» INFORMATION:

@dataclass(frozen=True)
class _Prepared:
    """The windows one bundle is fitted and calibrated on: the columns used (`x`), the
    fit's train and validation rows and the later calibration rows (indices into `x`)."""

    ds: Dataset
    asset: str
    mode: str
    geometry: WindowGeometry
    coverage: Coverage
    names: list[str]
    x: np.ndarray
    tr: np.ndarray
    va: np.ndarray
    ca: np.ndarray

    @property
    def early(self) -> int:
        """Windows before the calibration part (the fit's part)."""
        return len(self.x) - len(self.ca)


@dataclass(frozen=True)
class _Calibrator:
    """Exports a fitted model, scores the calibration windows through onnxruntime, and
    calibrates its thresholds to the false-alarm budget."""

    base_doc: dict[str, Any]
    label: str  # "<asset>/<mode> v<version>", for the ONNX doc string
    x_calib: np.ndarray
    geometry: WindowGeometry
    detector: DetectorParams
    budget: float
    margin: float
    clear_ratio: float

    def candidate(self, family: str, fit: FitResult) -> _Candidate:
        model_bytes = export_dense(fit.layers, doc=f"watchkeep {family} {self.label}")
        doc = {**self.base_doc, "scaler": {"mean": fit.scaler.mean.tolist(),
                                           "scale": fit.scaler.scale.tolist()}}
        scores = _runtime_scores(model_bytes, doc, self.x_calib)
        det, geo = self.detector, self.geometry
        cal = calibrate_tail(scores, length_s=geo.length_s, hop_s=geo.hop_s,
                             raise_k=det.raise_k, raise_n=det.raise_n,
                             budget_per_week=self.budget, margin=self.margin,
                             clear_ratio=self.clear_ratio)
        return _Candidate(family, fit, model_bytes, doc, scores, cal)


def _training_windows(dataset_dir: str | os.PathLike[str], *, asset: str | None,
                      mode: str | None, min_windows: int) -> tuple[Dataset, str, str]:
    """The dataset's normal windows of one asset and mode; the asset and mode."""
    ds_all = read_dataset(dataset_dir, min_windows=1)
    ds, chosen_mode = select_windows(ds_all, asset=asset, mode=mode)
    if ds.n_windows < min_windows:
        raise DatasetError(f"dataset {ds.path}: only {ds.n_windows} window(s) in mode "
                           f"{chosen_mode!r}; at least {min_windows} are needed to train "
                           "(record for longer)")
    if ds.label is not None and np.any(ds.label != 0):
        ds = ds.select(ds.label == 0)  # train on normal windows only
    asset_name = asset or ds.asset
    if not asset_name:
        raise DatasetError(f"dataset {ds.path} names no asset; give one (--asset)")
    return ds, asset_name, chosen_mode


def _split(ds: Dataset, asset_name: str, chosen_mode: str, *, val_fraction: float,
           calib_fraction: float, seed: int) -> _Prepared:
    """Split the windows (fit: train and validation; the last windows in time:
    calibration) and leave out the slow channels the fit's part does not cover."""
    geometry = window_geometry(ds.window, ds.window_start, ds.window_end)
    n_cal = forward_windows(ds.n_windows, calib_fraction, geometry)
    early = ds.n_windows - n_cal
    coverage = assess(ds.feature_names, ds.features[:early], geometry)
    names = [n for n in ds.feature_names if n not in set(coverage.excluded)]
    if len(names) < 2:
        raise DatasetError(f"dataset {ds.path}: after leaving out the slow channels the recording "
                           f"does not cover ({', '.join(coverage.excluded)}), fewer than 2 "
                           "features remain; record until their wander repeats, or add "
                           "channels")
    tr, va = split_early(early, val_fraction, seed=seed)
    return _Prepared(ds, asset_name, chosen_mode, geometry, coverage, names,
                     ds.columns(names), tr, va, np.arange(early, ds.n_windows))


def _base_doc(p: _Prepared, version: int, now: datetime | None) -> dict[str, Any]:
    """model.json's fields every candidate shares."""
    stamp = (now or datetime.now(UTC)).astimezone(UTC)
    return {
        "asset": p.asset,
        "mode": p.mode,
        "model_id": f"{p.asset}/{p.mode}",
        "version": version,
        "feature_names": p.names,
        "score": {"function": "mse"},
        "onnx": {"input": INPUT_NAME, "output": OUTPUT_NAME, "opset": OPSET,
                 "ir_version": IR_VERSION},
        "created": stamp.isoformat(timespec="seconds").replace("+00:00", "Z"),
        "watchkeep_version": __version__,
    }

...

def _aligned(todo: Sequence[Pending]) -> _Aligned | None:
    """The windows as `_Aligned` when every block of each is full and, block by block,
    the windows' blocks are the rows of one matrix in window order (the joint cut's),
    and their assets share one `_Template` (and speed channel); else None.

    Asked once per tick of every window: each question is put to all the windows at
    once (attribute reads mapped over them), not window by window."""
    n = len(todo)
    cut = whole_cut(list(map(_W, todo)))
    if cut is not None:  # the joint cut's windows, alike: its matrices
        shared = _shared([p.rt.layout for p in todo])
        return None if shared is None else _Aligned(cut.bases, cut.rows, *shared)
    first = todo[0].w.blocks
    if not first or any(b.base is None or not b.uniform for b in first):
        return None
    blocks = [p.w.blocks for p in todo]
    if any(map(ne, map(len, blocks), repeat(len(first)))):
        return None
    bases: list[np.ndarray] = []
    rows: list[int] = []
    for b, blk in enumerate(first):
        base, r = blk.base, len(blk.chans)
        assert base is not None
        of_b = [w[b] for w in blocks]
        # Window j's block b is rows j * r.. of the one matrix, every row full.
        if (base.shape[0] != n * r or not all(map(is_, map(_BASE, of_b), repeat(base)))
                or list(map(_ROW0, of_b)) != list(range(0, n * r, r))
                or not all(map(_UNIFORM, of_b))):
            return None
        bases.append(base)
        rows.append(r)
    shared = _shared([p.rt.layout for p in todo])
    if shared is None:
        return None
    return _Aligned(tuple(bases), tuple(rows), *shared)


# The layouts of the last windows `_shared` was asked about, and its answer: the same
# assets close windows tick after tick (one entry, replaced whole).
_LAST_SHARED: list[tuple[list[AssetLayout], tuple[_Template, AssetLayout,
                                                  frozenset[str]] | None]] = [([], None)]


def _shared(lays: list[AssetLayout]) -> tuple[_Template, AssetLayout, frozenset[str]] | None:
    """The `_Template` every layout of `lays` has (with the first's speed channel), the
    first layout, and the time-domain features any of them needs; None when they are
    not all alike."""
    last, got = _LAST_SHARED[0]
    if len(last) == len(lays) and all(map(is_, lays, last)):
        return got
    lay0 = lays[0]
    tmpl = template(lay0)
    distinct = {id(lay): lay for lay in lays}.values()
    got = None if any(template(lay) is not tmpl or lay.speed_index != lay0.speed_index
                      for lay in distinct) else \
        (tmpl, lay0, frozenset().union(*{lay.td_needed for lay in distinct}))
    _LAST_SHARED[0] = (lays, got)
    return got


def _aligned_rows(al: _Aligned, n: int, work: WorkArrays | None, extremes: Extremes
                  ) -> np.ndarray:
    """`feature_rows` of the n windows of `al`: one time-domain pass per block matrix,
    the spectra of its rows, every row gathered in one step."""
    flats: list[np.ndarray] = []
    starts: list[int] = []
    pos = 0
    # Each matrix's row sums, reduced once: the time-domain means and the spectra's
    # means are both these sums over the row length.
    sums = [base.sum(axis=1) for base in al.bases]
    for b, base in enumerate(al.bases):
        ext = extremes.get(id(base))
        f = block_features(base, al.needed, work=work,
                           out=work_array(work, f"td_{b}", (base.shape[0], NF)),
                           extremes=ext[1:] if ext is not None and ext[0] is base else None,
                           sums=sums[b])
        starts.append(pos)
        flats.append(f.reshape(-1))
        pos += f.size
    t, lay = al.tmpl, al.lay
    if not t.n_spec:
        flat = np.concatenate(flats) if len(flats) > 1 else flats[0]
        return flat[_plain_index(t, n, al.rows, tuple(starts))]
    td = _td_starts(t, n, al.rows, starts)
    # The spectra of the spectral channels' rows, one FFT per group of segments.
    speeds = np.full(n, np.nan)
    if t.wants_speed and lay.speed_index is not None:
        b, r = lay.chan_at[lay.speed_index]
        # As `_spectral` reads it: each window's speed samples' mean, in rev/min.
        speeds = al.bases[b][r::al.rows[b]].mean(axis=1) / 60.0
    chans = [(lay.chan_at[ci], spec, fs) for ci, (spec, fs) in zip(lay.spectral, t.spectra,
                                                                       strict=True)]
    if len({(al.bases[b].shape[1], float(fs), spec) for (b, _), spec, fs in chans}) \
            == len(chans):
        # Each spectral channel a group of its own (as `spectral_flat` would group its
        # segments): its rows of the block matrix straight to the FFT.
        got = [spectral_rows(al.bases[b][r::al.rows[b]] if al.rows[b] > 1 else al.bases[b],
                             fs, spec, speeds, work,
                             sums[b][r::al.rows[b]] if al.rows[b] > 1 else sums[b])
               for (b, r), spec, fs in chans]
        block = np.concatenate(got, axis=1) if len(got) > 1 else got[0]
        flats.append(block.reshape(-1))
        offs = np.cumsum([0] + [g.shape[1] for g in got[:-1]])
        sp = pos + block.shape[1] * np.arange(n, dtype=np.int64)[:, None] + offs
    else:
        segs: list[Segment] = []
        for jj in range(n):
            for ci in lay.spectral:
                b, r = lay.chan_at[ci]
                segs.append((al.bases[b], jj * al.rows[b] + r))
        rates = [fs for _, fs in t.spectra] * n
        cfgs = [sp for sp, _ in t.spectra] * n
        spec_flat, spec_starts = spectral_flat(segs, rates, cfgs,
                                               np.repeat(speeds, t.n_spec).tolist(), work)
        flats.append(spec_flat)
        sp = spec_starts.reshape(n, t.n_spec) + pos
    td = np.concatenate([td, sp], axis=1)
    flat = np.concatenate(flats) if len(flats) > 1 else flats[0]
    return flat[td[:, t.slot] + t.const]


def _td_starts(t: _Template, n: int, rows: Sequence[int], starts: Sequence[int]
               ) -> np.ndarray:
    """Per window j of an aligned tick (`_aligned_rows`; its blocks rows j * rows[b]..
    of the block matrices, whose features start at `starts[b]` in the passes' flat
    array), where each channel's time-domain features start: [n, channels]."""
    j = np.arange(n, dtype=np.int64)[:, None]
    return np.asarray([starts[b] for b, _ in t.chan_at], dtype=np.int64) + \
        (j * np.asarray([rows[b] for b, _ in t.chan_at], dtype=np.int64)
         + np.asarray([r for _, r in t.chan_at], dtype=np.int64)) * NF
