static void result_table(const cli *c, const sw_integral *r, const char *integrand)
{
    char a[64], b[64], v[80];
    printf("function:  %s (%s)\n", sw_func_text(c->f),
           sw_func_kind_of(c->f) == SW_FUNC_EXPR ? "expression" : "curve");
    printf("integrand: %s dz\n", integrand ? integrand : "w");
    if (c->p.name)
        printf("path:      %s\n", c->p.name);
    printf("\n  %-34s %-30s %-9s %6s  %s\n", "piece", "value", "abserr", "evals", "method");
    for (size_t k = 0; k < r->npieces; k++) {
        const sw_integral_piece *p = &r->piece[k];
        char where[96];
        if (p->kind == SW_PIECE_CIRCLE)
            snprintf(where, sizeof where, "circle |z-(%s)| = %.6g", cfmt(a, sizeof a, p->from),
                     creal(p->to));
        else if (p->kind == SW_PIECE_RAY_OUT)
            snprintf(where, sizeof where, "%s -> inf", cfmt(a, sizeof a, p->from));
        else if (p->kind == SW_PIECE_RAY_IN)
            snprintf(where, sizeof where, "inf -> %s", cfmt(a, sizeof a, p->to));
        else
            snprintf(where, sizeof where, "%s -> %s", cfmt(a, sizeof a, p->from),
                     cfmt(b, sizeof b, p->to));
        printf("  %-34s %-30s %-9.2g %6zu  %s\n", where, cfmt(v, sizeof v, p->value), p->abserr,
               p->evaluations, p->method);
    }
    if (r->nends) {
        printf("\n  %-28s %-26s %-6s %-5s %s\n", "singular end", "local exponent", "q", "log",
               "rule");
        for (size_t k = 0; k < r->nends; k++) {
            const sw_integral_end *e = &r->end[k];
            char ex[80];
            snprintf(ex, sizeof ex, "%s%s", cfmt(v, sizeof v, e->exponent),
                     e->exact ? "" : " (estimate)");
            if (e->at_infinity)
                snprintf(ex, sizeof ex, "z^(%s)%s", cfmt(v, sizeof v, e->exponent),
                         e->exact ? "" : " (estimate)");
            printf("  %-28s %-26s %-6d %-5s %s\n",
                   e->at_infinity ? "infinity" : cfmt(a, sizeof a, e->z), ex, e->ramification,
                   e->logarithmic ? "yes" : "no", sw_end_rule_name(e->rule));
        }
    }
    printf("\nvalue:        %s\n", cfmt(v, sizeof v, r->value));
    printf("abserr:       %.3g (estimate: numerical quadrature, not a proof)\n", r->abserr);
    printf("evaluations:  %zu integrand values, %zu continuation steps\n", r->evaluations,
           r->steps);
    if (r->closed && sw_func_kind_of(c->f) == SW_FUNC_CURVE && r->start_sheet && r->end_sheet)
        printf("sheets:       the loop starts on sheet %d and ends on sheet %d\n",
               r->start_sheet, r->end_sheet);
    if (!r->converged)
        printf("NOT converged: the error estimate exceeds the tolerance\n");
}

» WHAT YOU WILL DO:
Reproduce verbatim only the segment of the listing bounded by the line containing "# Each matrix's" and the line containing "extremes=ext[1:] if ext", with both boundary lines included.

» RESPONSE AREA:
    # Each matrix's row sums, reduced once: the time-domain means and the spectra's
    # means are both these sums over the row length.
    sums = [base.sum(axis=1) for base in al.bases]
    for b, base in enumerate(al.bases):
        ext = extremes.get(id(base))
        f = block_features(base, al.needed, work=work,
                           out=work_array(work, f"td_{b}", (base.shape[0], NF)),
                           extremes=ext[1:] if ext is not None and ext[0] is base else None,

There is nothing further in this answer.